• _Exercise aim_
Write out every entry below word for word, leaving nothing out.

• _Given records_
import localFont from 'next/font/local';

/*
 * One call per subset file: a family per file, chained in globals.css, so that a browser fetches the
 * Greek or the extended Latin file only for a page that needs it. No size-adjusted system fallback stands
 * between them, or it would answer first. The loader wants literal arguments, hence the repetition.
 */

const alegreya = localFont({
  src: [
    {
      path: '../node_modules/@fontsource-variable/alegreya/files/alegreya-latin-wght-normal.woff2',
      style: 'normal',
      weight: '400 900',
    },
    {
      path: '../node_modules/@fontsource-variable/alegreya/files/alegreya-latin-wght-italic.woff2',
      style: 'italic',
      weight: '400 900',
    },
  ],
  variable: '--font-alegreya',
  adjustFontFallback: false,
});

const alegreyaExtended = localFont({
  src: [
    {
      path: '../node_modules/@fontsource-variable/alegreya/files/alegreya-latin-ext-wght-normal.woff2',
      style: 'normal',
      weight: '400 900',
    },
    {
      path: '../node_modules/@fontsource-variable/alegreya/files/alegreya-latin-ext-wght-italic.woff2',
      style: 'italic',
      weight: '400 900',
    },
  ],
  variable: '--font-alegreya-ext',
  adjustFontFallback: false,
  preload: false,
  declarations: [{ prop: 'unicode-range', value: 'U+0100-02FF, U+1E00-1EFF, U+20A0-20AB, U+20AD-20C0' }],
});

const alegreyaGreek = localFont({
  src: [
    {
      path: '../node_modules/@fontsource-variable/alegreya/files/alegreya-greek-wght-normal.woff2',
      style: 'normal',
      weight: '400 900',
    },
    {
      path: '../node_modules/@fontsource-variable/alegreya/files/alegreya-greek-wght-italic.woff2',
      style: 'italic',
      weight: '400 900',
    },
  ],
  variable: '--font-alegreya-greek',
  adjustFontFallback: false,
  preload: false,
  declarations: [{ prop: 'unicode-range', value: 'U+0370-03FF' }],
});

const sourceSans = localFont({
  src: [
    {
      path: '../node_modules/@fontsource-variable/source-sans-3/files/source-sans-3-latin-wght-normal.woff2',
      style: 'normal',
      weight: '200 900',
    },
    {
      path: '../node_modules/@fontsource-variable/source-sans-3/files/source-sans-3-latin-wght-italic.woff2',
      style: 'italic',
      weight: '200 900',
    },
  ],
  variable: '--font-source-sans',
  adjustFontFallback: false,
});

const sourceSansExtended = localFont({
  src: '../node_modules/@fontsource-variable/source-sans-3/files/source-sans-3-latin-ext-wght-normal.woff2',
  weight: '200 900',
  variable: '--font-source-sans-ext',
  adjustFontFallback: false,
  preload: false,
  declarations: [{ prop: 'unicode-range', value: 'U+0100-02FF, U+1E00-1EFF, U+20A0-20AB, U+20AD-20C0' }],
});

const sourceSansGreek = localFont({
  src: '../node_modules/@fontsource-variable/source-sans-3/files/source-sans-3-greek-wght-normal.woff2',
  weight: '200 900',
  variable: '--font-source-sans-greek',
  adjustFontFallback: false,
  preload: false,
  declarations: [{ prop: 'unicode-range', value: 'U+0370-03FF' }],
});

/** The signs that the other two lack: ≤ ≥ → and their like. */
const signs = localFont({
  src: '../node_modules/@fontsource-variable/ysabeau-office/files/ysabeau-office-math-wght-normal.woff2',
  weight: '1 1000',
  variable: '--font-signs',
  adjustFontFallback: false,
  preload: false,
  declarations: [{ prop: 'unicode-range', value: 'U+2070-209C, U+2190-2193, U+2200-22FF' }],
});

/** Class names that put every font variable of globals.css on the element that carries them. */
export const fontVariables = [
  alegreya,
  alegreyaExtended,
  alegreyaGreek,
  sourceSans,
  sourceSansExtended,
  sourceSansGreek,
  signs,
]
  .map((font) => font.variable)
  .join(' ');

• _Response to the exercise_
import localFont from 'next/font/local';

/*
 * One call per subset file: a family per file, chained in globals.css, so that a browser fetches the
 * Greek or the extended Latin file only for a page that needs it. No size-adjusted system fallback stands
 * between them, or it would answer first. The loader wants literal arguments, hence the repetition.
 */

const alegreya = localFont({
  src: [
    {
      path: '../node_modules/@fontsource-variable/alegreya/files/alegreya-latin-wght-normal.woff2',
      style: 'normal',
      weight: '400 900',
    },
    {
      path: '../node_modules/@fontsource-variable/alegreya/files/alegreya-latin-wght-italic.woff2',
      style: 'italic',
      weight: '400 900',
    },
  ],
  variable: '--font-alegreya',
  adjustFontFallback: false,
});

const alegreyaExtended = localFont({
  src: [
    {
      path: '../node_modules/@fontsource-variable/alegreya/files/alegreya-latin-ext-wght-normal.woff2',
      style: 'normal',
      weight: '400 900',
    },
    {
      path: '../node_modules/@fontsource-variable/alegreya/files/alegreya-latin-ext-wght-italic.woff2',
      style: 'italic',
      weight: '400 900',
    },
  ],
  variable: '--font-alegreya-ext',
  adjustFontFallback: false,
  preload: false,
  declarations: [{ prop: 'unicode-range', value: 'U+0100-02FF, U+1E00-1EFF, U+20A0-20AB, U+20AD-20C0' }],
});

const alegreyaGreek = localFont({
  src: [
    {
      path: '../node_modules/@fontsource-variable/alegreya/files/alegreya-greek-wght-normal.woff2',
      style: 'normal',
      weight: '400 900',
    },
    {
      path: '../node_modules/@fontsource-variable/alegreya/files/alegreya-greek-wght-italic.woff2',
      style: 'italic',
      weight: '400 900',
    },
  ],
  variable: '--font-alegreya-greek',
  adjustFontFallback: false,
  preload: false,
  declarations: [{ prop: 'unicode-range', value: 'U+0370-03FF' }],
});

const sourceSans = localFont({
  src: [
    {
      path: '../node_modules/@fontsource-variable/source-sans-3/files/source-sans-3-latin-wght-normal.woff2',
      style: 'normal',
      weight: '200 900',
    },
    {
      path: '../node_modules/@fontsource-variable/source-sans-3/files/source-sans-3-latin-wght-italic.woff2',
      style: 'italic',
      weight: '200 900',
    },
  ],
  variable: '--font-source-sans',
  adjustFontFallback: false,
});

const sourceSansExtended = localFont({
  src: '../node_modules/@fontsource-variable/source-sans-3/files/source-sans-3-latin-ext-wght-normal.woff2',
  weight: '200 900',
  variable: '--font-source-sans-ext',
  adjustFontFallback: false,
  preload: false,
  declarations: [{ prop: 'unicode-range', value: 'U+0100-02FF, U+1E00-1EFF, U+20A0-20AB, U+20AD-20C0' }],
});

const sourceSansGreek = localFont({
  src: '../node_modules/@fontsource-variable/source-sans-3/files/source-sans-3-greek-wght-normal.woff2',
  weight: '200 900',
  variable: '--font-source-sans-greek',
  adjustFontFallback: false,
  preload: false,
  declarations: [{ prop: 'unicode-range', value: 'U+0370-03FF' }],
});

/** The signs that the other two lack: ≤ ≥ → and their like. */
const signs = localFont({
  src: '../node_modules/@fontsource-variable/ysabeau-office/files/ysabeau-office-math-wght-normal.woff2',
  weight: '1 1000',
  variable: '--font-signs',
  adjustFontFallback: false,
  preload: false,
  declarations: [{ prop: 'unicode-range', value: 'U+2070-209C, U+2190-2193, U+2200-22FF' }],
});

/** Class names that put every font variable of globals.css on the element that carries them. */
export const fontVariables = [
  alegreya,
  alegreyaExtended,
  alegreyaGreek,
  sourceSans,
  sourceSansExtended,
  sourceSansGreek,
  signs,
]
  .map((font) => font.variable)
  .join(' ');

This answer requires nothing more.